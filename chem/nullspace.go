package chem

import (
	"math"
	"math/big"
	"math/bits"
)

// nullSpace returns a basis of the vectors x with matrix·x = 0, each scaled to
// the smallest whole numbers, first number positive. It works on int64 by
// elimination without fractions and starts over with big integers should a
// number leave that range. A basis vector that doesn't fit int64 even then counts
// as absent; formulas are bounded so that this takes an absurd equation.
func nullSpace(matrix [][]int64, width int) [][]int64 {
	work := make([][]int64, len(matrix))
	cells := make([]int64, len(matrix)*width)
	for i, line := range matrix {
		work[i] = cells[i*width : (i+1)*width]
		copy(work[i], line)
	}
	pivots, ok := eliminate(work, width)
	if !ok {
		return nullSpaceBig(matrix, width)
	}
	var basis [][]int64
	for free := range width {
		if isPivot(pivots, free) {
			continue
		}
		v, ok := solveFor(work, pivots, free, width)
		if !ok {
			return nullSpaceBig(matrix, width)
		}
		basis = append(basis, v)
	}
	return basis
}

// eliminate brings the matrix to a form in which each pivot column has one
// number only, and returns the pivot column of each of the first rows. It
// reports false on overflow.
func eliminate(m [][]int64, width int) ([]int, bool) {
	var pivots []int
	for column := 0; column < width && len(pivots) < len(m); column++ {
		r := len(pivots)
		found := -1
		for i := r; i < len(m); i++ {
			if m[i][column] != 0 && (found < 0 || magnitude(m[i][column]) < magnitude(m[found][column])) {
				found = i
			}
		}
		if found < 0 {
			continue
		}
		m[r], m[found] = m[found], m[r]
		for i := range m {
			if i != r && m[i][column] != 0 && !clearCell(m[i], m[r], column) {
				return nil, false
			}
		}
		pivots = append(pivots, column)
	}
	return pivots, true
}

// clearCell subtracts a multiple of the pivot row so that the line's number in
// the column becomes 0, and divides the line by its common factor.
func clearCell(line, pivot []int64, column int) bool {
	g := gcd(line[column], pivot[column])
	p, q := pivot[column]/g, line[column]/g
	var common int64
	for k := range line {
		a, ok1 := multiply(line[k], p)
		b, ok2 := multiply(pivot[k], q)
		d, ok3 := subtract(a, b)
		if !ok1 || !ok2 || !ok3 {
			return false
		}
		line[k] = d
		if d != 0 {
			common = gcd(common, d)
		}
	}
	if common > 1 {
		for k := range line {
			line[k] /= common
		}
	}
	return true
}

// solveFor returns the vector of one free column.
func solveFor(m [][]int64, pivots []int, free, width int) ([]int64, bool) {
	scale := int64(1)
	for i, column := range pivots {
		if m[i][free] == 0 {
			continue
		}
		den := m[i][column] / gcd(m[i][column], m[i][free])
		var ok bool
		if scale, ok = multiply(scale/gcd(scale, den), int64(magnitude(den))); !ok {
			return nil, false
		}
	}
	v := make([]int64, width)
	v[free] = scale
	for i, column := range pivots {
		g := gcd(m[i][column], m[i][free])
		n, ok := multiply(-m[i][free]/g, scale/(m[i][column]/g))
		if !ok {
			return nil, false
		}
		v[column] = n
	}
	return smallest(v), true
}

// smallest divides a vector by its common factor and makes its first number
// positive.
func smallest(v []int64) []int64 {
	var common int64
	sign := int64(0)
	for _, n := range v {
		if n == 0 {
			continue
		}
		common = gcd(common, n)
		if sign == 0 {
			sign = 1
			if n < 0 {
				sign = -1
			}
		}
	}
	for i := range v {
		v[i] /= common * sign
	}
	return v
}

func isPivot(pivots []int, column int) bool {
	for _, p := range pivots {
		if p == column {
			return true
		}
	}
	return false
}

// multiply and subtract report false on overflow.
func multiply(a, b int64) (int64, bool) {
	hi, lo := bits.Mul64(magnitude(a), magnitude(b))
	if hi != 0 || lo > math.MaxInt64 {
		return 0, false
	}
	if (a < 0) != (b < 0) {
		return -int64(lo), true
	}
	return int64(lo), true
}

func subtract(a, b int64) (int64, bool) {
	d := a - b
	return d, (a >= b) == (d >= 0) && d != math.MinInt64
}

// nullSpaceBig is nullSpace with rational numbers of any size.
func nullSpaceBig(matrix [][]int64, width int) [][]int64 {
	m := make([][]*big.Rat, len(matrix))
	for i, line := range matrix {
		m[i] = make([]*big.Rat, width)
		for k, n := range line {
			m[i][k] = new(big.Rat).SetInt64(n)
		}
	}
	pivots := eliminateBig(m, width)
	var basis [][]int64
	for free := range width {
		if isPivot(pivots, free) {
			continue
		}
		v := make([]*big.Rat, width)
		for k := range v {
			v[k] = new(big.Rat)
		}
		v[free].SetInt64(1)
		for i, column := range pivots {
			v[column].Neg(m[i][free])
		}
		if whole, ok := wholeNumbers(v); ok {
			basis = append(basis, whole)
		}
	}
	return basis
}

func eliminateBig(m [][]*big.Rat, width int) []int {
	var pivots []int
	for column := 0; column < width && len(pivots) < len(m); column++ {
		r := len(pivots)
		found := r
		for found < len(m) && m[found][column].Sign() == 0 {
			found++
		}
		if found == len(m) {
			continue
		}
		m[r], m[found] = m[found], m[r]
		inverse := new(big.Rat).Inv(m[r][column])
		for k := range m[r] {
			m[r][k] = new(big.Rat).Mul(m[r][k], inverse)
		}
		for i := range m {
			if i == r || m[i][column].Sign() == 0 {
				continue
			}
			factor := new(big.Rat).Set(m[i][column])
			for k := range m[i] {
				m[i][k] = new(big.Rat).Sub(m[i][k], new(big.Rat).Mul(factor, m[r][k]))
			}
		}
		pivots = append(pivots, column)
	}
	return pivots
}

// wholeNumbers scales a vector to the smallest whole numbers.
func wholeNumbers(v []*big.Rat) ([]int64, bool) {
	scale := big.NewInt(1)
	for _, r := range v {
		g := new(big.Int).GCD(nil, nil, scale, r.Denom())
		scale.Div(scale, g).Mul(scale, r.Denom())
	}
	whole := make([]int64, len(v))
	common := new(big.Int)
	scaled := make([]*big.Int, len(v))
	for i, r := range v {
		scaled[i] = new(big.Int).Div(new(big.Int).Mul(r.Num(), scale), r.Denom())
		common.GCD(nil, nil, common, new(big.Int).Abs(scaled[i]))
	}
	for i, n := range scaled {
		n.Div(n, common)
		if !n.IsInt64() {
			return nil, false
		}
		whole[i] = n.Int64()
	}
	return smallest(whole), true
}
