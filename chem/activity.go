package chem

import (
	"errors"
	"math"
)

// highestIonicStrength is how far Davies' equation reaches, in mol/L: C. W.
// Davies, Ion Association (Butterworths, 1962), 0.5 mol/L at the most.
const highestIonicStrength = 0.5

// An ActivePH is a pH corrected for the activities of ions.
type ActivePH struct {
	PH            float64
	IonicStrength Concentration // ½ Σ c·z²
	// Gamma is the activity coefficient of a singly charged ion.
	Gamma float64
}

// PHDavies returns the pH, as −log10 of the activity of H⁺, of the mixture that
// PH takes, with activity coefficients by Davies' equation
//
//	log γ = −A·z²·(√I/(1 + √I) − 0.3·I)
//
// where I is the ionic strength and A = 0.509 at 25 °C. ions is the
// concentration of strong ions counted as ½ Σ c·z² (for a salt of singly charged
// ions, its concentration); strong is their net charge, as in PH. It holds to
// I = 0.5 mol/L; beyond, it is refused with a *DataError. pKa are those at
// infinite dilution.
func PHDavies(mix []Protolyte, strong, ions Concentration, t Temperature) (ActivePH, error) {
	pKw, err := PKw(t)
	if err != nil {
		return ActivePH{}, err
	}
	if err := checkMix(mix, strong); err != nil {
		return ActivePH{}, err
	}
	if !(ions >= 0) || !Finite(ions) {
		return ActivePH{}, errors.New("pH: the ionic strength of the strong ions must be 0 or more")
	}
	b := balance{mix: mix, strong: float64(strong), pKw: pKw}
	a := debyeHueckelA(t)
	// The ionic strength that an assumed one leads to, less the assumed one,
	// falls from 0 or more to below 0 where there is an answer in range.
	excess := func(i float64) (over, pH float64, err error) {
		b.davies = a * daviesTerm(i)
		if pH, err = b.solve(); err != nil {
			return 0, 0, err
		}
		return b.ionicStrength(pH) + ions.MolesPerLitre() - i, pH, nil
	}
	over, _, err := excess(highestIonicStrength)
	if err != nil {
		return ActivePH{}, err
	}
	if over > 0 {
		return ActivePH{}, outOfRange("activity correction of a pH", "ionic strength", over+highestIonicStrength, 0, highestIonicStrength, "mol/L", "take the uncorrected pH; it may be 0.2 off")
	}
	low, high := 0.0, highestIonicStrength
	var pH float64
	for range 50 {
		middle := (low + high) / 2
		if over, pH, err = excess(middle); err != nil {
			return ActivePH{}, err
		}
		if over > 0 {
			low = middle
		} else {
			high = middle
		}
	}
	return ActivePH{pH, Concentration((low+high)/2) * MolePerLitre, pow10(-b.davies)}, nil
}

// daviesTerm is √I/(1+√I) − 0.3·I, I in mol/L.
func daviesTerm(i float64) float64 {
	root := math.Sqrt(i)
	return root/(1+root) - 0.3*i
}

// debyeHueckelA is the constant of Debye and Hückel in (L/mol)^½,
//
//	A = 1.8246·10⁶ · √ρ / (ε·T)^1.5
//
// with the density ρ of water in g/cm³ and its permittivity ε = 87.740 −
// 0.40008·t + 9.398·10⁻⁴·t² − 1.410·10⁻⁶·t³ at t °C (C. G. Malmberg and A. A.
// Maryott, J. Res. NBS 56 (1956) 1). Both from memory; 0.509 at 25 °C.
func debyeHueckelA(t Temperature) float64 {
	c := t.Celsius()
	permittivity := 87.740 - 0.40008*c + 9.398e-4*c*c - 1.410e-6*c*c*c
	return 1.8246e6 * math.Sqrt(kell(c)/1e3) / math.Pow(permittivity*float64(t), 1.5)
}

// ionicStrength returns ½ Σ c·z² of all but the strong ions, in mol/L.
func (b *balance) ionicStrength(pH float64) float64 {
	sum := pow10(b.davies-pH) + pow10(pH-b.pKw+b.davies)
	for i := range b.mix {
		p := &b.mix[i]
		sum += p.C.MolesPerLitre() * meanSquareCharge(p.PKa, p.Charge, pH, b.davies)
	}
	if b.carbonDioxide > 0 {
		one, two := b.carbonIons(pH)
		sum += (one + 4*two) / 1e3
	}
	return sum / 2
}

// meanSquareCharge is the mean of z² over a protolyte's forms.
func meanSquareCharge(pKa []float64, charge int, pH, davies float64) float64 {
	weight, sum := 1.0, 1.0
	square := float64(charge * charge)
	for i, k := range pKa {
		weight *= pow10(pH - k + daviesShift(charge-i, davies))
		z := float64(charge - i - 1)
		sum += weight
		square += weight * z * z
		if sum > 1e100 {
			weight, square, sum = weight/sum, square/sum, 1
		}
	}
	return square / sum
}
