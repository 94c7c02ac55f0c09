package chem

import "math"

// The model of M. Laliberté, J. Chem. Eng. Data 54 (2009) 1725, for the
// density and the heat capacity of an aqueous solution over strength and
// temperature:
//
//	1/ρ  = (1 − w)/ρ(water) + w/ρ(app)
//	ρ(app) = (c0·w + c1)·exp(10⁻⁶·(t + c4)²) / (w + c2 + c3·t)
//	cp   = (1 − w)·cp(water) + w·cp(app)
//	cp(app) = a1·exp(a2·t + a3·exp(0.01·t) + a4·w) + a5·w^a6
//
// where w is the mass fraction of the solute, t the temperature in °C, ρ in
// kg/m³ and cp in kJ/(kg K). The coefficients of each solute hold up to the
// strength and between the temperatures that stand beside them.

// waterCAS is water.
const waterCAS = "7732-18-5"

// densityModel is the density part of one solute.
type densityModel struct {
	c         [5]float64
	most      float64     // highest mass fraction
	low, high Temperature // range of temperature
}

func newDensityModel(r row) *densityModel {
	m := &densityModel{}
	for i := range m.c {
		m.c[i], _ = r.number("c" + string(rune('0'+i)))
	}
	low, _ := r.number("density_T_min_C")
	high, _ := r.number("density_T_max_C")
	m.low, m.high = Celsius(low), Celsius(high)
	m.most, _ = r.number("density_w_max")
	return m
}

// covers reports whether the model holds at this strength and temperature, and
// the solvent's own density is known there too.
func (m *densityModel) covers(w float64, t Temperature) bool {
	return m != nil && w <= m.most && t >= max(m.low, ZeroCelsius) && t <= min(m.high, waterDensityHigh)
}

// at returns the density in kg/m³.
func (m *densityModel) at(w float64, t Temperature) float64 {
	c := t.Celsius()
	apparent := (m.c[0]*w + m.c[1]) * math.Exp(1e-6*(c+m.c[4])*(c+m.c[4])) / (w + m.c[2] + m.c[3]*c)
	return 1 / ((1-w)/kell(c) + w/apparent)
}

// waterDensityHigh is the upper end of Kell's equation.
const waterDensityHigh = ZeroCelsius + 150

// WaterDensity returns the density of liquid water, free of air, at one
// atmosphere, from 0 to 150 °C (above 100 °C at saturation): G. S. Kell,
// J. Chem. Eng. Data 20 (1975) 97, to 0.001 %.
func WaterDensity(t Temperature) (Density, error) {
	if !(t >= ZeroCelsius && t <= waterDensityHigh) {
		return 0, outOfRange("density of water", "temperature", t.Celsius(), 0, waterDensityHigh.Celsius(), "°C", "")
	}
	return Density(kell(t.Celsius())), nil
}

// kell is Kell's equation, in °C and kg/m³.
func kell(t float64) float64 {
	top := ((((-2.8054253e-10*t+1.0556302e-7)*t-4.6170461e-5)*t-0.0079870401)*t+16.945176)*t + 999.83952
	return top / (1 + 0.01687985*t)
}

// heatModel is the heat capacity part of one solute.
type heatModel struct {
	a         [6]float64
	most      float64
	low, high Temperature
}

// newHeatModel returns nil where the row has no heat capacity.
func newHeatModel(r row) *heatModel {
	m := &heatModel{}
	for i := range m.a {
		x, ok := r.number("a" + string(rune('1'+i)))
		if !ok {
			return nil
		}
		m.a[i] = x
	}
	low, _ := r.number("cp_T_min_C")
	high, _ := r.number("cp_T_max_C")
	m.low, m.high = Celsius(low), Celsius(high)
	m.most, _ = r.number("cp_w_max")
	return m
}

// at returns the heat capacity in J/(kg K).
func (m *heatModel) at(w float64, t Temperature) float64 {
	c := t.Celsius()
	apparent := m.a[0]*math.Exp(m.a[1]*c+m.a[2]*math.Exp(0.01*c)+m.a[3]*w) + m.a[4]*math.Pow(w, m.a[5])
	return (1-w)*waterHeatCapacity + w*apparent*1e3
}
■ ■ ■ ■ ■ ■ ■
WHAT IS BEING ASKED – Scan the material above for the string "eliminateBig", returning each line that contains it.

ANSWER BELOW –
	pivots := eliminateBig(m, width)
func eliminateBig(m [][]*big.Rat, width int) []int {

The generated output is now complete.